● What is required
Which lines belong in the answer? Exactly those from the line containing "for (let end" through the last line of the records below, repeated as written.

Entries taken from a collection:
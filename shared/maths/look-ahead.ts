import { peek } from './reader.ts';

/**
 * The bracket that opens some tokens ahead: the kinds directly within it, nested brackets left empty, and where it ends.
 * Where it is not closed, that is at the end of the line.
 */
export const groupAhead = (from = 0): { readonly inner: string; readonly end: number } => {
  let depth = 0;
  let inner = '';
  for (let end = from; ; end += 1) {
    const { kind } = peek(end);
    if (')]}z⌋⌉'.includes(kind)) depth -= 1;
    if (kind === '$' || (depth <= 0 && end > from)) return { inner, end };
    if (depth === 1) inner += kind;
    if ('([{s⌊⌈'.includes(kind)) depth += 1;
  }
};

● Solution for this task
  for (let end = from; ; end += 1) {
    const { kind } = peek(end);
    if (')]}z⌋⌉'.includes(kind)) depth -= 1;
    if (kind === '$' || (depth <= 0 && end > from)) return { inner, end };
    if (depth === 1) inner += kind;
    if ('([{s⌊⌈'.includes(kind)) depth += 1;
  }
};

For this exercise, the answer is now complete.